In 2018–hellbent on experiencing at least one camera from each line that Olympus engineer Yoshihisa Maitani designed–I bought an Olympus Pen D2 half frame on the internet. It’s a weird, frustrating device. Fully manual controls, and an unlinked meter that only reads in stops exposure value (EV). It’s a viewfinder camera too, so, the focus is set by guessing distance and using a scale slider plus hopefully a little memorization of the depth of field tables.
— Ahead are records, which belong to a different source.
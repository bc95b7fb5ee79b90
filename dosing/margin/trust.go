package margin

import "math"

// Bounds beyond which first order is not good enough.
const (
	widePH = 0.0999 // pH half-width, 0.1 with room for rounding
	// mostBend is how unevenly the ends of a range may stand about the answer, as
	// a part of its half-width: a tenth of a margin is not seen.
	mostBend   = 0.1
	noticeable = 0.01 // share of the variance below which a reading does not matter
	noWidth    = 1e-9 // of the dose: rounding
)

// reason is why draws should be used, NoReason where first order will do. bend
// is the sum of slope^2 x curvature of each dose, pHBend the bend of the pH.
func (m *model) reason(e *Estimate, bend doses, pHBend float64, limit bool) Reason {
	if limit {
		return NearLimit
	}
	skewed := false
	for n := range m.feeds {
		f, dose := e.feed(n), m.feeds[n].dose
		width := f.DoseDeviation * sigmas
		if width <= noWidth*dose {
			continue
		}
		for i, s := range f.DoseShares {
			if v := &m.varied[i]; v.kind == ofPH && v.half >= widePH && s.Fraction > noticeable {
				return PHTolerance
			}
		}
		if width > 0.999*dose {
			return NearLimit
		}
		skewed = skewed || math.Abs(bend[n]) > mostBend*width*width*width
	}
	switch {
	case m.lowBuffer || pHBend > mostBend:
		return LowBuffer
	case skewed:
		return Skewed
	}
	return NoReason
}
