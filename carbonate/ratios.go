package carbonate

// ChlorideSulfateRatio is chloride over sulfate by mass (the CSMR of corrosion
// work). ok is false without sulfate.
func (w *Water) ChlorideSulfateRatio() (ratio float64, ok bool) {
	sulfate := w.Totals[Sulfate] * components[Sulfate].molarMass
	if !(sulfate > 0) {
		return 0, false
	}
	return w.Totals[Chloride] * components[Chloride].molarMass / sulfate, true
}

// LarsonRatio is (Cl + SO4)/alkalinity in equivalents, Larson & Skold 1958,
// Corrosion 14, 285t. The alkalinity is given apart, eq/L, since with organic
// acids the measured one is meant. ok is false without alkalinity.
func (w *Water) LarsonRatio(alkalinity float64) (ratio float64, ok bool) {
	if !(alkalinity > 0) {
		return 0, false
	}
	return (w.Totals[Chloride] + 2*w.Totals[Sulfate]) / alkalinity, true
}
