package carbonate_test

import (
	"math"
	"testing"

	"beckline/carbonate"
)

// benchWater is a soft river water with the ions that make the pairs work.
func benchWater() (pH float64, w carbonate.Water, k *carbonate.Constants) {
	k, err := carbonate.ConstantsAt(283.15)
	if err != nil {
		panic(err)
	}
	w.Alkalinity = 2 * 30e-3 / carbonate.MolarMassCaCO3
	w.Totals[carbonate.Calcium] = 12e-3 / carbonate.Calcium.MolarMass()
	w.Totals[carbonate.Magnesium] = 3e-3 / carbonate.Magnesium.MolarMass()
	w.Totals[carbonate.Sulfate] = 10e-3 / carbonate.Sulfate.MolarMass()
	return 7, w, k
}

var caustic = carbonate.Reagent{Equivalents: 1, Adds: carbonate.Totals{carbonate.Sodium: 1}}

// TestSolversAllocateNothing: the inner solvers run in tight loops (rows,
// draws, mixes), so none may allocate.
func TestSolversAllocateNothing(t *testing.T) {
	pH, w, k := benchWater()
	s, _, err := k.FromPH(pH, w, carbonate.IonicInput{})
	if err != nil {
		t.Fatal(err)
	}
	for name, f := range map[string]func(){
		"FromPH":          func() { _, _, _ = k.FromPH(pH, w, carbonate.IonicInput{}) },
		"Solve":           func() { _, _ = k.Solve(s.Water) },
		"DoseToPH":        func() { _, _, _ = k.DoseToPH(s.Water, caustic, 8.5) },
		"CCPP":            func() { _, _ = s.CCPP() },
		"SaturationIndex": func() { _, _, _ = s.SaturationIndex() },
		"BufferIntensity": func() { _ = s.BufferIntensity() },
	} {
		if n := testing.AllocsPerRun(100, f); n != 0 {
			t.Errorf("%s allocates %g times", name, n)
		}
	}
}

func BenchmarkRaw(b *testing.B) {
	pH, w, k := benchWater()
	for b.Loop() {
		_, _, _ = k.FromPH(pH, w, carbonate.IonicInput{})
	}
}

func BenchmarkDose(b *testing.B) {
	pH, w, k := benchWater()
	s, _, _ := k.FromPH(pH, w, carbonate.IonicInput{})
	for b.Loop() {
		_, _, _ = k.DoseToPH(s.Water, caustic, 8.5)
	}
}

func BenchmarkClose(b *testing.B) {
	pH, w, k := benchWater()
	s, _, _ := k.FromPH(pH, w, carbonate.IonicInput{})
	_, f, _ := k.DoseToPH(s.Water, caustic, 8.5)
	for b.Loop() {
		_, _ = k.Solve(f.Water)
	}
}

func BenchmarkCCPP(b *testing.B) {
	pH, w, k := benchWater()
	s, _, _ := k.FromPH(pH, w, carbonate.IonicInput{})
	for b.Loop() {
		_, _ = s.CCPP()
	}
}

// BenchmarkFull is the whole answer: raw water, dose, SI and CCPP on both sides
// and the closing solve.
func BenchmarkFull(b *testing.B) {
	pH, w, k := benchWater()
	for b.Loop() {
		s, _, _ := k.FromPH(pH, w, carbonate.IonicInput{})
		_, f, _ := k.DoseToPH(s.Water, caustic, 8.5)
		again, _ := k.Solve(f.Water)
		s.SaturationIndex()
		again.SaturationIndex()
		_, _ = s.CCPP()
		_, _ = again.CCPP()
	}
}

func BenchmarkConstants(b *testing.B) {
	for b.Loop() {
		_, _ = carbonate.ConstantsAt(283.15)
	}
}

// BenchmarkDoseByNest is the same dose by the obvious way, for comparison: a
// root in the dose around a root in pH around a root in the ionic strength, each
// by Brent's method to the same tolerance.
func BenchmarkDoseByNest(b *testing.B) {
	pH, w, k := benchWater()
	s, _, _ := k.FromPH(pH, w, carbonate.IonicInput{})
	var dose float64
	for b.Loop() {
		dose = nestedDose(k, s.Water, 8.5)
	}
	if want, _, _ := k.DoseToPH(s.Water, caustic, 8.5); math.Abs(dose-want) > 1e-6*want {
		b.Fatalf("the nest finds %g, the direct way %g", dose, want)
	}
}

func nestedDose(k *carbonate.Constants, w carbonate.Water, target float64) float64 {
	return brent(0, 1e-2, 1e-13, func(dose float64) float64 {
		v := w.Add(caustic, dose)
		return brent(4, 12, 1e-11, func(pH float64) float64 {
			// The innermost root: the ionic strength at which the species of this
			// pH make up just that ionic strength.
			var alkalinity float64
			brent(1e-6, 0.1, 1e-13, func(ionic float64) float64 {
				var explained float64
				alkalinity, explained = simpleSpecies(k, v, pH, ionic)
				return v.Background + explained - ionic
			})
			return alkalinity - v.Alkalinity
		}) - target
	})
}

// simpleSpecies is a plain speciation at a given ionic strength, by repeated
// substitution, written apart from the package under test.
func simpleSpecies(k *carbonate.Constants, w carbonate.Water, pH, ionic float64) (alkalinity, explained float64) {
	dielectric := 60954/(k.Kelvin+116) - 68.937
	a := 1.82e6 * math.Pow(dielectric*k.Kelvin, -1.5)
	lg := -a * (math.Sqrt(ionic)/(1+math.Sqrt(ionic)) - 0.3*ionic)
	g1, g2, g0 := math.Pow(10, lg), math.Pow(10, 4*lg), math.Pow(10, 0.1*ionic)
	h := math.Pow(10, -pH)
	ca, mg, so4, co3 := w.Totals[carbonate.Calcium], w.Totals[carbonate.Magnesium], w.Totals[carbonate.Sulfate], 0.0
	oh := k.Water / h / g1
	for range 200 {
		hco3 := h * g2 / k.Carbonic2 / g1 // per CO3
		co2 := h * h * g2 / (k.Carbonic1 * k.Carbonic2) / g0
		old := co3
		co3 = w.Totals[carbonate.Carbon] / (1 + hco3 + co2 + ca*(k.CaHCO3*g2*hco3+k.CaCO3*g2*g2/g0) + mg*(k.MgHCO3*g2*hco3+k.MgCO3*g2*g2/g0))
		so4 = w.Totals[carbonate.Sulfate] / (1 + k.HSO4*h*g2/g1 + (ca*k.CaSO4+mg*k.MgSO4)*g2*g2/g0)
		ca = w.Totals[carbonate.Calcium] / (1 + co3*(k.CaHCO3*g2*hco3+k.CaCO3*g2*g2/g0) + so4*k.CaSO4*g2*g2/g0 + k.CaOH*g2*oh)
		mg = w.Totals[carbonate.Magnesium] / (1 + co3*(k.MgHCO3*g2*hco3+k.MgCO3*g2*g2/g0) + so4*k.MgSO4*g2*g2/g0 + k.MgOH*g2/g1/h)
		if math.Abs(co3-old) <= 1e-13*co3 {
			break
		}
	}
	hyd := h / g1
	hco3 := h * g2 / k.Carbonic2 / g1 * co3
	caHCO3, mgHCO3 := k.CaHCO3*g2*ca*hco3, k.MgHCO3*g2*mg*hco3
	caCO3, mgCO3 := k.CaCO3*g2*g2/g0*ca*co3, k.MgCO3*g2*g2/g0*mg*co3
	caOH, mgOH := k.CaOH*g2*ca*oh, k.MgOH*g2*mg/g1/h
	hso4 := k.HSO4 * h * g2 / g1 * so4
	inert := w.Totals[carbonate.Sodium] + w.Totals[carbonate.Chloride]
	alkalinity = -hyd + oh + hco3 + 2*co3 + caHCO3 + mgHCO3 + 2*(caCO3+mgCO3) + caOH + mgOH - hso4
	explained = 0.5 * (inert + hyd + oh + hco3 + hso4 + caHCO3 + mgHCO3 + caOH + mgOH + 4*(co3+so4+ca+mg))
	return alkalinity, explained
}

// brent finds a root of f between a and b by Brent's method: inverse quadratic
// or secant steps inside a bracket, halving where they do not shrink it fast.
func brent(a, b, tolerance float64, f func(float64) float64) float64 {
	fa, fb := f(a), f(b)
	if math.Abs(fa) < math.Abs(fb) {
		a, b, fa, fb = b, a, fb, fa
	}
	c, fc, d, halved := a, fa, b-a, true
	for range 200 {
		if fb == 0 || math.Abs(b-a) <= tolerance {
			return b
		}
		var s float64
		if fa != fc && fb != fc {
			s = a*fb*fc/((fa-fb)*(fa-fc)) + b*fa*fc/((fb-fa)*(fb-fc)) + c*fa*fb/((fc-fa)*(fc-fb))
		} else {
			s = b - fb*(b-a)/(fb-fa)
		}
		lo, hi := (3*a+b)/4, b
		if lo > hi {
			lo, hi = hi, lo
		}
		step := math.Abs(b - c)
		if !halved {
			step = math.Abs(c - d)
		}
		if s < lo || s > hi || math.Abs(s-b) >= step/2 || step < tolerance {
			s, halved = (a+b)/2, true
		} else {
			halved = false
		}
		fs := f(s)
		d, c, fc = c, b, fb
		if (fa < 0) != (fs < 0) {
			b, fb = s, fs
		} else {
			a, fa = s, fs
		}
		if math.Abs(fa) < math.Abs(fb) {
			a, b, fa, fb = b, a, fb, fa
		}
	}
	return b
}
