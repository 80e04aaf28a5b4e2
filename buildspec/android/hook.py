"""A hook of python-for-android: puts the provider of shared files into the manifest.

python-for-android's template has no place for an element inside <application>; its hooks are the way that it
offers. It calls `before_apk_assemble` in the folder of the distribution, after the manifest was rendered and
before gradle reads it.
"""

from __future__ import annotations

from pathlib import Path

# Written twice by python-for-android; gradle reads the first.
MANIFESTS = ("src/main/AndroidManifest.xml", "AndroidManifest.xml")
END = "</application>"
PROVIDER = """
        <provider android:name="androidx.core.content.FileProvider"
                  android:authorities="${applicationId}.files"
                  android:exported="false"
                  android:grantUriPermissions="true">
            <meta-data android:name="android.support.FILE_PROVIDER_PATHS"
                       android:resource="@xml/shared_files" />
        </provider>
    """


def with_provider(manifest: str) -> str:
    """Give the manifest with the provider in it, once."""
    if PROVIDER in manifest:
        return manifest
    if manifest.count(END) != 1:
        raise ValueError(f"the manifest has {manifest.count(END)} times {END}; expected once")
    return manifest.replace(END, PROVIDER + END)


def before_apk_assemble(_toolchain: object) -> None:
    """Add the provider to each manifest in the folder that python-for-android works in."""
    for name in MANIFESTS:
        path = Path(name)
        path.write_text(with_provider(path.read_text(encoding="utf-8")), encoding="utf-8")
But, it gets twice as many shots per roll as regular 35mm, and it turns out that’s incredibly liberating. It’s contrarian, but it also encourages being adventurous and playful. It also forces a completely different shooting style– looser framing, more casual moments, less formal. Between the guesstimate focus and the parallax issues between the viewfinder and lens, it doesn’t allow for being too precise with the composition and framing, and the older focus system also encourages hanging back more and shooting a wider scene.
I fell in love with it, fully and deeply. It’s the only film camera in my collection guaranteed to always have a roll loaded in it. If I have my day bag on me, it’s always in there alongside my digital.
The digital is how I do my serious, formal, complete work, and it always will be. But the Pen is for simpler, more impulsive shots. It’s for doodling, or just grabbing a shot to remember, or exploring a quick moment of good light.
To me, that’s kinda perfect. Maitani named it a Pen because like a pen, he wanted the user to take it everywhere. And, a pen takes notes. And my Pen takes these visual Notes.